Malgrado la visione dei due autori fosse complessivamente ottimista sul futuro, Brynjolfsson e Mc Afee descrivevano un mondo già in parte reale, di «produttività senza occupazione» in cui la classe media è fortemente compressa e rimpiazzata dalla concorrenza di software e automi, e la maggioranza degli impieghi disponibili per le persone si colloca ai due estremi di una clessidra: da una parte i lavori di bassa manovalanza, per i quali gli umani sono ancora i più qualificati (può sembrare strano, ma caratteristiche come la deambulazione e la destrezza sono ancora difficili da replicare in laboratorio), lavori che però sono pagati poco; dall’altro estremo vi sono invece gli impieghi molto qualificati e assai ben pagati, che richiedono un alto livello di astrazione e flessibilità.

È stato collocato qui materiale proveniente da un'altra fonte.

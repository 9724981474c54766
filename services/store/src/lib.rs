//! # apportion-store
//!
//! The sled-backed state of apportion. One sled tree per input partition
//! holds everything that partition's processing needs, under one-byte key
//! prefixes, so that one `sled::Batch` makes a whole input batch durable
//! atomically (state, indexes and input offsets together), and so that a
//! partition's state can later be shipped as a changelog of keyed records:
//!
//! | prefix | key | value |
//! | --- | --- | --- |
//! | `j` | user key (32 bytes) | versioned journey record |
//! | `s` | largest "as of" time (8 bytes, order-preserving) + sequence (8 bytes) | event-id digests remembered for duplicate detection, one record per commit (format in `seen.rs`) |
//! | `o` | source name | input offset (8 bytes) |
//! | `m` | `clock` / `snapshot` / `source` | the partition's clock, active model snapshot and source position (formats in `codec.rs`) |
//! | `d` | offset + kind (`f` future-dated, `a` idle advance, `w` output mark) | decisions that depended on processing time or on where a batch ended (`codec::Decision`) |
//! | `p` | `h` / `s` + channel set / `t` + transition | the partition's path statistics as keyed counters, format version 2 ([`STATS_COUNTERS_VERSION`]; layout below) |
//!
//! Path statistics (`p`), written per change: a commit writes only the
//! counters its batch changed, each with its current value, plus the
//! header, in the commit's batch.
//!
//! | key | value |
//! | --- | --- |
//! | `p` `h` | header: format version (1 byte, 2), Markov order (1 byte), paths (8 bytes BE), converting paths (8 bytes BE) |
//! | `p` `s` + channel list | converting paths (8 bytes BE), non-converting paths (8 bytes BE) whose set of distinct channels is exactly the list |
//! | `p` `t` + node + node | count of the Markov transition from the first node to the second (8 bytes BE) |
//!
//! A channel list is its length (4 bytes BE), then each name as its length
//! (2 bytes BE) and UTF-8 bytes: a set's names sorted byte-wise, a state's
//! in path order. A node is a tag byte: `0` START, `1` a state followed by
//! its channel list, `2` CONVERSION, `3` NULL. Keys name channels (never
//! interned ids), so loading does not depend on counting order. The
//! channel-cap overflow bucket is the channel `"\0overflow"`. Format
//! version 1 was one JSON record under `m` `stats`, rewritten whole at every
//! commit; it is converted to counters the first time it is read (staged
//! with the next commit, which deletes the record).
//!
//! Why a write-back cache: one sled write per event is far slower than the
//! engine (it costs more than all the rest of the work an event needs). [`PartitionStore`] keeps recently
//! used journeys in memory, coalesces every change of a batch into one write
//! per user, and evicts clean entries when its byte budget is exceeded.
//!
//! Why a wake index rather than an expiry scan: every journey is stored with
//! the earliest watermark at which it has something to do (a conversion to
//! credit or a run of touches to expire). The index of those wake times is
//! held in memory (about 64 bytes per open journey), rebuilt from the journey
//! records when a partition opens, so `due(watermark)` reads only the index
//! range up to the watermark, never all users, and a changed wake costs no
//! sled write of its own. Stores from earlier builds also held the index as
//! `w` keys, and per-event `e`/`f` keys for duplicate detection; they are
//! migrated when a partition opens.
#![deny(missing_docs)]
#![forbid(unsafe_code)]

mod changelog;
mod changes;
mod codec;
mod partition;
mod seen;
mod stats_keys;
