def header_length(tune: Tune, planes: int, layout: str, method: str | None = None) -> int:
    """What an image's tuning costs its payload, in 1/LENGTH_ONE bit: its header's bytes,
    or in the "streamed" layout its fields' code length under their priors (`method`:
    the payload's, where it is "difference")."""
    if layout == "streamed":
        return tuning.fields_length(_fields(tune, planes, method))
    return 8 * tuning.header_bytes(tune.method, planes, layout == "compact") * LENGTH_ONE


def _scale_gain_cost(bits, params: Params, near: Feedback):
    """cost(c, k) for `tuning.choose_gains`: plane c's code length (K,) for K scale gains
    k (K, 1), with `near`'s surprises and mean moves."""

    def cost(c: int, k: np.ndarray) -> np.ndarray:
        return bits(params, c, level_moves(near.sums[:, c], c, k),
                    near.means_moved[:, c]).sum(axis=1)

    return cost


def _offsets_again(tune: Tune, tuned: Params, near: Feedback, raw: np.ndarray,
                   flat_base: np.ndarray, bits, planes: int, shape: tuple, levels: np.ndarray,
                   values: np.ndarray, residuals: np.ndarray,
                   layout: str) -> tuple[Tune, Feedback, float]:
    """(tuning, its feedback, subpixels' code length saved): the scale offsets chosen again
    with the feedback's moves in place (the scale gains' level moves and the bias gains'
    mean moves), then the scale gains again, each kept only if the exact code length (the
    surprises measured anew; in the "streamed" layout with the fields' own) falls. The
    first offsets were chosen before any feedback, which moves levels on average, so they
    leave bits behind. `tuned` and `near` are the parameters and feedback of `tune`
    (neither depends on the scale gains)."""
    price = _prices(layout)

    def own(t: Tune) -> int:  # what the fields cost where they are range-coded
        return header_length(t, planes, layout) if layout == "streamed" else 0

    def total(t: Tune, tp: Params, nb: Feedback) -> float:
        """The subpixels' code length under t, its parameters tp and feedback nb."""
        return sum(float(bits(tp, c, level_moves(nb.sums[:, c], c, t.gains[c]),
                              nb.means_moved[:, c]).sum()) for c in range(planes))

    untuned = pixel_params(raw, flat_base)
    coupled = replace(untuned, couplings=tuning.couple(untuned.couplings, tune.couplings))

    def moved_bits(c: int, d: np.ndarray) -> np.ndarray:
        """Code lengths (K, N) of plane c for K offsets d (K, 1), with the level moves of
        `near`'s surprises (a second component's level is clamped once, not twice: this
        only proposes)."""
        return bits(coupled, c, d, near.means_moved[:, c],
                    level_moves(near.sums[:, c], c, tune.gains[c]))

    best, best_near = tune, near
    best_bits = before = total(tune, tuned, near)
    offsets, _ = tuning.choose(moved_bits, levels, price("offsets"))
    trial = Tune.of(offsets, tune.couplings, tune.gains, tune.biases)
    tp = pixel_params(raw, flat_base, trial)
    trial_near = Feedback.of(tp, values, residuals, shape, trial.biases)
    trial_bits = total(trial, tp, trial_near)
    if trial_bits + own(trial) < best_bits + own(best):
        best, best_near, best_bits = trial, trial_near, trial_bits
        gains, _ = tuning.choose_gains(_scale_gain_cost(bits, tp, trial_near), planes,
                                       price=price("gains"))
        trial = Tune.of(offsets, tune.couplings, gains, tune.biases)
        trial_bits = total(trial, tp, trial_near)
        if trial_bits + own(trial) < best_bits + own(best):
            best, best_near, best_bits = trial, trial_near, trial_bits
    return best, best_near, before - best_bits


def tuned_coder(tune: Tune | None, planes: int, layout: str, method: str | None = None):
    """A range encoder ready for an image's pixels: in the "streamed" layout its tuning's
    fields are coded first, under their priors (`method`: the payload's)."""
    coder = entropy.encoder()
    if layout == "streamed" and tune is not None:
        for name, rows, symbols in _fields(tune, planes, method):
            entropy.encode(coder, symbols, tuning.prior_tables(name)[rows])
    return coder


def payload_of(coder, tune: Tune | None, planes: int, layout: str) -> bytes:
    """An image's payload once `tuned_coder`'s coder has its pixels: the code, behind the
    tuning's header in the layouts that have one."""
    code = entropy.finish(coder, trimmed=layout == "streamed")
    if tune is None or layout == "streamed":
        return code
    return tuning.pack(tune.offsets, tune.couplings, tune.carried_gains,
                       planes == 1 and layout == "compact") + code


@dataclass(frozen=True)
class Plan:
    """How the encoder codes one image: the raw outputs (H, W, outputs) and base (3, H, W)
    it codes with, its tuning and feedback (`tuning_of`) and its payload method."""

    out: np.ndarray
    base: np.ndarray
    tune: Tune | None
    near: Feedback | None
    method: str
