def test_many_identical_findings_are_grouped_and_capped(many):
    out, result, _ = many
    text = out.read_text(encoding="utf-8")
    assert_self_contained(text)
    assert SIGN_OFF in text
    copies = MANY_COPIES[0] * MANY_COPIES[1]
    groups = group_findings(result.findings)
    assert len(result.findings) >= copies * len(MANY_PITCHES)
    assert len(groups) > MANY_MAX_GROUPS
    assert all(len(g.findings) == copies for g in groups), [len(g.findings) for g in groups]
    sections = re.findall(r'<details class="group \w+" id="g\d+"[^>]*data-count="(\d+)"', text)
    assert sections == [str(copies)] * MANY_MAX_GROUPS
    assert len(png_images(text)) == 2 * MANY_MAX_GROUPS  # pictures drawn once per group
    # Each array cell is placed 6 um apart, beyond the interaction range: one finding
    # of the cell per pitch, placed 30 times.
    assert text.count(f"1 finding of cells, placed {copies} times") == MANY_MAX_GROUPS
    rest = len(groups) - MANY_MAX_GROUPS
    rest_findings = sum(len(g.findings) for g in groups[MANY_MAX_GROUPS:])
    cap = re.search(r'id="cap-message"><strong>(\d+) more groups? \((\d+) findings?\)', text)
    assert cap is not None, "no message about the groups beyond max_groups"
    assert (int(cap.group(1)), int(cap.group(2))) == (rest, rest_findings)
    # The index lists every group, worst first; the drawn ones link to their sections.
    index = text[
        text.index("<details id='index'") : text.index(
            "</details>", text.index("<details id='index'")
        )
    ]
    assert index.count("<tr data-severity=") == len(groups)
    assert f"Index of all {len(groups)} groups" in index
    numbers = re.findall(
        r"<tr data-severity=[^>]*><td class='n'>(?:<a href='#g(\d+)'>)?(\d+)", index
    )
    assert [int(k) for _, k in numbers] == list(range(1, len(groups) + 1))
    assert [int(a) for a, _ in numbers if a] == list(range(1, MANY_MAX_GROUPS + 1))
    for k in range(1, MANY_MAX_GROUPS + 1):
        assert f'id="g{k}"' in text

Come uscire da questo impasse? Le soluzioni proposte variano. Dato che uno dei principali effetti dell’automazione è, come sottolinea l’economista Paul Krugman, l’allocare una maggiore quota di reddito ai possessori di capitale, rispetto alla forza lavoro, altri commentatori spingono per una massiccia redistribuzione della ricchezza, ottenuta tassando pesantemente il capitale e usando i proventi per aiutare i disoccupati. Altri vanno ancora più in là.
L’economista Noah Smith ritiene ad esempio che si dovrebbe ripensare radicalmente la struttura delle nostre società, dando una sorta di «dote» in capitale a ogni cittadino maggiorenne – magari sotto forma di possesso di alcuni robot. Brynjolfsson e Mc Afee, fra le altre cose, auspicano un ripensamento dell’istruzione in modo da dare la possibilità ai cittadini che rischiano di essere lasciati indietro di renserirsi nel sistema produttivo. Nel complesso, l’approccio più realistico pare essere quello che riecheggia l’antica massima: «se non li puoi battere, unisciti a loro».
Dato che è impossibile vincere la «corsa contro le macchine», occorre saltare loro in sella.
I ricercatori David H. Autor e David Dorn, autori del rapporto «The Growth of Low Skill Service Jobs and the Polarization of the U.S. Labor Market» pensano a questo proposito che la perdita di impieghi disponibili per la classe media, soprattutto nel campo delle mansione più ripetitive, facilmente automatizzabili, potrà essere almeno in parte compensata dalla necessità di figure professionali che combinino compiti di routine con un certo grado di flessibilità e siano in grado di offrire una qualche forma di interazione personale, tipicamente umana.
Quindi da un lato i «nuovi artigiani», come li definisce l’economista di Harvard Lawrence F. Katz: carpentieri, elettricisti, autoriparatori. Dall’altro esperti di coaching, terapisti, allenatori, personale medico di medio livello, insegnanti. Il cui lavoro non verrà sostituito, ma potenziato dalla tecnologia. Purché sappiano capire da che parte tira il vento, e apprendano in fretta le nuove abilità necessarie a dialogare con le macchine.